* [TASK DETAILS] Each line from the one holding "order above (stable)." to the end of the data below must be output verbatim, with no other lines.

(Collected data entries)
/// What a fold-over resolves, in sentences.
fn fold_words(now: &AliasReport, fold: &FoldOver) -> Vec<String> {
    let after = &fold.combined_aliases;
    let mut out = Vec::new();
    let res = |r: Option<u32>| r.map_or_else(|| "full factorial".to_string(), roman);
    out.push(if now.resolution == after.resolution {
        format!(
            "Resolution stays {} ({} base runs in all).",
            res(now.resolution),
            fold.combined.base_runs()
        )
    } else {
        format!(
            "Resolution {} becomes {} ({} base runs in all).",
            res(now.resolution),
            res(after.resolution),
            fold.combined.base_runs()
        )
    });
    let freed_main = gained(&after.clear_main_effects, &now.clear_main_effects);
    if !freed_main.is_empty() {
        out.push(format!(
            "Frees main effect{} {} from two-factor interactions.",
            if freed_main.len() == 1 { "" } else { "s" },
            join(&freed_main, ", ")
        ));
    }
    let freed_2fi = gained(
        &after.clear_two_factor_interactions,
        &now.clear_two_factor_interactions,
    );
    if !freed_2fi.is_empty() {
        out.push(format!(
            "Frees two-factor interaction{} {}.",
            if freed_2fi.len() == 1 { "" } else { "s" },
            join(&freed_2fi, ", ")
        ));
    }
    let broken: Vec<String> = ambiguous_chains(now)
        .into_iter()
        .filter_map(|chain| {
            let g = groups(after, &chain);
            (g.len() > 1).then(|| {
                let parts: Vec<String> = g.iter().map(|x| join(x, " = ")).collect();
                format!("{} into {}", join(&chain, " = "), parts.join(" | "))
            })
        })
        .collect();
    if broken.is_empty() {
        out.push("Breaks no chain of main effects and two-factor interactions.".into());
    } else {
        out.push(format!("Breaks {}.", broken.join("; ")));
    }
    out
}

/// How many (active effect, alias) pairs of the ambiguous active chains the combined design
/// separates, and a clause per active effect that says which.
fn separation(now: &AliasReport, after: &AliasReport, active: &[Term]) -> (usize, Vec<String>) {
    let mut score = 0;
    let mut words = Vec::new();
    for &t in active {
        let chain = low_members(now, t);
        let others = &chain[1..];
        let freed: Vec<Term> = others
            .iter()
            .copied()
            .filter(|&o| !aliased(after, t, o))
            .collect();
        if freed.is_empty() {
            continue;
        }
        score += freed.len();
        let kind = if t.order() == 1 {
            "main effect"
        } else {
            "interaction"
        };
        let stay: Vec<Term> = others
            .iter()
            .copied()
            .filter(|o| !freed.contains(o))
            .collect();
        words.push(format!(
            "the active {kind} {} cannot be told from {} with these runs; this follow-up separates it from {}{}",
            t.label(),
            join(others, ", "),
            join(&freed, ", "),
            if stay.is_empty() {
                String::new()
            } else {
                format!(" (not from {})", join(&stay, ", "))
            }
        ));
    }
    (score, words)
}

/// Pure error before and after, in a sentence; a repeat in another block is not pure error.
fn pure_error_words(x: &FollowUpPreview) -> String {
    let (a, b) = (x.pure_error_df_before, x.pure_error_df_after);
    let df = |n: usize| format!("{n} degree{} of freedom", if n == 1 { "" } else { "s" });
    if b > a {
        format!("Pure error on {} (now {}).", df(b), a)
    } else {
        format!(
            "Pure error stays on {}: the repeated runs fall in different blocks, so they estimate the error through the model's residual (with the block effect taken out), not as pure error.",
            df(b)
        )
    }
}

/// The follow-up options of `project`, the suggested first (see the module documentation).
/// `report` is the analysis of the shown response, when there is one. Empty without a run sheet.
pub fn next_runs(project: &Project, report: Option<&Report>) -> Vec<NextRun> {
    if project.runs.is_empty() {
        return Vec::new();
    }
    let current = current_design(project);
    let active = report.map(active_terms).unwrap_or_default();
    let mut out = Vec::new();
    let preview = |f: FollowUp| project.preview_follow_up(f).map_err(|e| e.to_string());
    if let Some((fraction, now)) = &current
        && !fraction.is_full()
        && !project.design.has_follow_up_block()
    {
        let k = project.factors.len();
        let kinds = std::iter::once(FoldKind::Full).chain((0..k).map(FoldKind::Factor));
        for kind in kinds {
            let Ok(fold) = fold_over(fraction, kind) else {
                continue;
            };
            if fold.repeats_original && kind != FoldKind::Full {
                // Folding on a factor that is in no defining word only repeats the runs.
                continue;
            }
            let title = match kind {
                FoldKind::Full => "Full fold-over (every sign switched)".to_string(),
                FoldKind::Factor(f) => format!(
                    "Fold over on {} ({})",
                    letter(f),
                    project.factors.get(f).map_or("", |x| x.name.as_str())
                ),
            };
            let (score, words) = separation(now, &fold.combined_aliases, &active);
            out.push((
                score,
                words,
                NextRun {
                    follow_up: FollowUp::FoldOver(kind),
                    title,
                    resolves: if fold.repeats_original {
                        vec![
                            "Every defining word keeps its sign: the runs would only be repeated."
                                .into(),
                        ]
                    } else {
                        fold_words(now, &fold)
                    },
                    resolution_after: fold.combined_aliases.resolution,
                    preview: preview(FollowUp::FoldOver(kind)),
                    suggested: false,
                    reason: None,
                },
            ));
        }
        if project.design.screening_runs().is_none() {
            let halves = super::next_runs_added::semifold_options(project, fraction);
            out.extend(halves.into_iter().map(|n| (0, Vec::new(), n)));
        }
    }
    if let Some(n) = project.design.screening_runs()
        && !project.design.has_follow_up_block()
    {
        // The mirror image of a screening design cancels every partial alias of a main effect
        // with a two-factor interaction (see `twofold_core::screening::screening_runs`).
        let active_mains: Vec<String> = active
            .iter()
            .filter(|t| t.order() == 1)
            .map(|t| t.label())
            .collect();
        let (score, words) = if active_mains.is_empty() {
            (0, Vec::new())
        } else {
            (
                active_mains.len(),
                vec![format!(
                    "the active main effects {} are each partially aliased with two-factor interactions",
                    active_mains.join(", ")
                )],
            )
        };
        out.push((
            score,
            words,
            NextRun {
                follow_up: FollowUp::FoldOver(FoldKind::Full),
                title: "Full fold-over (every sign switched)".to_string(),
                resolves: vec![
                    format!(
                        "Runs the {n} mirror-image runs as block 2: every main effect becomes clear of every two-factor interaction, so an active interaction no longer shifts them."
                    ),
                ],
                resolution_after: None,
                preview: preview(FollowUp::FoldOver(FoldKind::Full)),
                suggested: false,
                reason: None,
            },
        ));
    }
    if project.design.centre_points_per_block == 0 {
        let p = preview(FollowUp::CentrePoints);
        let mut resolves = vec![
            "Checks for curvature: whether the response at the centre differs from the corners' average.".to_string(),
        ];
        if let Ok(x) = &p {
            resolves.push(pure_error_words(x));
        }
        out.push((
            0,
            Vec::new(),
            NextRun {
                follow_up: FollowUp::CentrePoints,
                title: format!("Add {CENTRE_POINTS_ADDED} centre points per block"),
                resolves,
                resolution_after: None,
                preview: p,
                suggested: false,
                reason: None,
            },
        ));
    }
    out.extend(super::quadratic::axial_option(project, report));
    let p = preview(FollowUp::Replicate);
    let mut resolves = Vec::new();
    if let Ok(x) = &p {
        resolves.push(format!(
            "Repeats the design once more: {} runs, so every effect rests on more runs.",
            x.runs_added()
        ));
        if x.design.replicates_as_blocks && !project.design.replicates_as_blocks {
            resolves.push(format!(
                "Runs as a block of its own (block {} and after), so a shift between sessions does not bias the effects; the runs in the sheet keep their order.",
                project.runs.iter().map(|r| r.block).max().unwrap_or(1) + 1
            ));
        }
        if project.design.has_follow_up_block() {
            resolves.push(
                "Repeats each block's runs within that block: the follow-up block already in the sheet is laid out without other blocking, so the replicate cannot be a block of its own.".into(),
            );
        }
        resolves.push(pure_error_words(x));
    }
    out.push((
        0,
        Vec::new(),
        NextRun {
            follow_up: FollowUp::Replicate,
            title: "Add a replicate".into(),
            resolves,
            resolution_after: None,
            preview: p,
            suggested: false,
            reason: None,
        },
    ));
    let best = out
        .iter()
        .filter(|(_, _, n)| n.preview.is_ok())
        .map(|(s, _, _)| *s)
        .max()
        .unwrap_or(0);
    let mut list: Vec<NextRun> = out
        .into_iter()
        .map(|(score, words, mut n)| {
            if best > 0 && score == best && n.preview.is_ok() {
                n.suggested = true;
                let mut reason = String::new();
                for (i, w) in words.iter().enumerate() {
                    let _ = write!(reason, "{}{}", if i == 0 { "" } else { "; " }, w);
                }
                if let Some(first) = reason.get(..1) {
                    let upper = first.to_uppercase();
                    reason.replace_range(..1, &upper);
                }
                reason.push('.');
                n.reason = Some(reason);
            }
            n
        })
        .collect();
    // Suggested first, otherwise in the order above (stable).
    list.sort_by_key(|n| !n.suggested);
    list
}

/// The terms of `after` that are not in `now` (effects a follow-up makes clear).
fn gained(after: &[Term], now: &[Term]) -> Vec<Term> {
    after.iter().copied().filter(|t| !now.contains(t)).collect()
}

* [YOUR SOLUTION]
    // Suggested first, otherwise in the order above (stable).
    list.sort_by_key(|n| !n.suggested);
    list
}

/// The terms of `after` that are not in `now` (effects a follow-up makes clear).
fn gained(after: &[Term], now: &[Term]) -> Vec<Term> {
    after.iter().copied().filter(|t| !now.contains(t)).collect()
}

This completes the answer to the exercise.